Spotify Releases Lightweight 'Basic Pitch' ML Model
What happened
Spotify Engineering has open-sourced 'Basic Pitch,' an audio-to-MIDI converter built on a lightweight machine learning model. The shallow architecture is designed for speed and versatility, enabling real-time conversion with a minimal resource footprint suitable for consumer-facing music applications.
Why it matters
- The model’s architecture builds on Google's CREPE (Convolutional Representation for Pitch Estimation), a convolutional neural network that analyzes the raw audio waveform, and adds custom onset and offset detectors to define the start and end times of individual notes. - Basic Pitch was presented at the 2022 IEEE International Conference on Acoustics, Speech, and Signal Processing (ICASSP). The model is instrument-agnostic, polyphonic, and notably detects pitch bends, an expressive detail often lost in other audio-to-MIDI converters. - Its lightweight design, with fewer than 17,000 parameters and under 20 MB of peak memory usage, was a direct response to the trend of massive, computationally expensive ML models. This efficiency is achieved through techniques like using a harmonic constant-Q transform for input and employing a shallow architecture with fewer layers. - The project is open-sourced under an Apache 2.0 license, allowing for commercial use, and is available as both a Python library and an npm package. - For deployment versatility, the model is available in multiple formats, including TensorFlow, TensorFlowLite, CoreML for Apple devices, and ONNX for cross-platform interoperability, reflecting a production-oriented MLOps approach. - The tool was developed by Spotify's Audio Intelligence Lab in partnership with Soundtrap, the company's browser-based online digital audio workstation (DAW).
Key numbers
- Basic Pitch was presented at the 2022 IEEE International Conference on Acoustics, Speech, and Signal Processing (ICASSP).

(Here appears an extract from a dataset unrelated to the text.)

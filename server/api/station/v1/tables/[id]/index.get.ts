import { defineRoute } from '~~/server/http/define-route'
import { serveTable } from '~~/server/http/serve-table'

export default defineRoute('GET /api/station/v1/tables/{id}', serveTable)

- Its lightweight design, with fewer than 17,000 parameters and under 20 MB of peak memory usage, was a direct response to the trend of massive, computationally expensive ML models.
- The project is open-sourced under an Apache 2.0 license, allowing for commercial use, and is available as both a Python library and an npm package.
Quick answers
What happened in Spotify Releases Lightweight 'Basic Pitch' ML Model?
Spotify Engineering has open-sourced 'Basic Pitch,' an audio-to-MIDI converter built on a lightweight machine learning model. The shallow architecture is designed for speed and versatility, enabling real-time conversion with a minimal resource footprint suitable for consumer-facing music applications.
Why does Spotify Releases Lightweight 'Basic Pitch' ML Model matter?
The model’s architecture builds on Google's CREPE (Convolutional Representation for Pitch Estimation), a convolutional neural network that analyzes the raw audio waveform, and adds custom onset and offset detectors to define the start and end times of individual notes. Basic Pitch was presented at the 2022 IEEE International Conference on Acoustics, Speech, and Signal Processing (ICASSP). The model is instrument-agnostic, polyphonic, and notably detects pitch bends, an expressive detail often lost in other audio-to-MIDI converters. Its lightweight design, with fewer than 17,000 parameters and under 20 MB of peak memory usage, was a direct response to the trend of massive, computationally expensive ML models. This efficiency is achieved through techniques like using a harmonic constant-Q transform for input and employing a shallow architecture with fewer layers. The project is open-sourced under an Apache 2.0 license, allowing for commercial use, and is available as both a Python library and an npm package. For deployment versatility, the model is available in multiple formats, including TensorFlow, TensorFlowLite, CoreML for Apple devices, and ONNX for cross-platform interoperability, reflecting a production-oriented MLOps approach. The tool was developed by Spotify's Audio Intelligence Lab in partnership with Soundtrap, the company's browser-based online digital audio workstation (DAW).